Solving $x^2+y^2=9$, $\arctan\frac{y+2}{x+2} + \arctan\frac{y-2}{x+4} =2\arctan\frac{y}{x}$ without graphing?

Question

The system of equations:

$$\begin{align} x^2 + y^2 &= 9 \\[6pt] \operatorname{arctan}\frac{y+2}{x+2} + \operatorname{arctan}\frac{y-2}{x+4} &=2\,\operatorname{arctan} \frac{y}{x} \end{align}$$

I tried to interpret the second equation by setting $x$ and $y$ as the legs of a right triangle, but I'm still unable to solve this system of of equations geometrically.
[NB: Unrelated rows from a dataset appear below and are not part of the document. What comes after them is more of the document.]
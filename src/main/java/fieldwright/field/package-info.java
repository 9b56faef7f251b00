/**
 * Field and potential of charge at any place.
 *
 * <p>Start at {@link fieldwright.field.FieldSolver}. A source becomes {@link fieldwright.field.Patch patches} (chart, density, kernel); a
 * question becomes {@link fieldwright.field.Probe probes} (the place, and its images in the surroundings);
 * {@link fieldwright.field.Paver} cuts each patch into pieces that suit the place: plain boxes far away, polar triangles and sinh
 * segments about the nearest point, volumes by their faces with the radial integral done first. All pieces of one question are refined
 * together by {@link fieldwright.integral.Cubature}. Bodies that {@link fieldwright.field.ClosedShapes} recognises are answered by
 * {@code field.closed} instead ({@link fieldwright.field.ClosedSum}), unless {@link fieldwright.field.Accuracy} says otherwise: that is how
 * one is checked with the other. A result depends on its own question only.
 * SI units. May depend on quantity, formula, geometry, charge, integral.
 */
package fieldwright.field;
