import fieldwright.charge.Charge;
import fieldwright.charge.ChargedPolyline;
import fieldwright.charge.PointCharge;
import fieldwright.charge.PointCloud;
import fieldwright.charge.Source;
import fieldwright.charge.Sources;
import fieldwright.formula.BlockFunction;
import fieldwright.formula.Coordinates;
import fieldwright.formula.Formula;
import fieldwright.formula.Polynomial;
import fieldwright.geometry.Chart;
import fieldwright.geometry.CoordinateRegion;
import fieldwright.geometry.CoordinateSystem;
import fieldwright.geometry.Extent;
import fieldwright.geometry.Frame;
import fieldwright.geometry.NodeFunction;
import fieldwright.geometry.Nodes;
import fieldwright.geometry.PlacedRegion;
import fieldwright.geometry.Region;
import fieldwright.geometry.RegionParts;
import fieldwright.geometry.TriangleRegion;
import fieldwright.integral.RegionIntegral;
import fieldwright.quantity.AuthorException;
import fieldwright.quantity.Units;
Any tips?

Answer 1

Hint:

$$\arctan\dfrac{y+2}{x+2}-\arctan\dfrac yx=\arctan\dfrac yx-\arctan\dfrac{y-2}{x+4}$$

$$\iff\dfrac{2x-2y}{x^2+y^2+2x+2y}=\dfrac{2x+4y}{x^2+y^2-2x+4y}$$

As $x^2+y^2=9$ $$\iff\dfrac{2x-2y}{9+2x+2y}=\dfrac{2x+4y}{9-2x+4y}$$

$$\iff8x^2+16y^2+54y=0\ \ \ \ (1)$$

As $x^2+y^2=9,$ WLOG $x=3\cos t,y=3\sin t$

Put these values in $(1)$ and divide both sides by $\cos^2 t$

Answer 2

Essentially, the equations say that the origin is at distance $3$ from $(x,y)$ and on the angular bisector of the triangle with vertices $(x,y)$, $(x+2,y+2)$, $(x+4,y-2)$.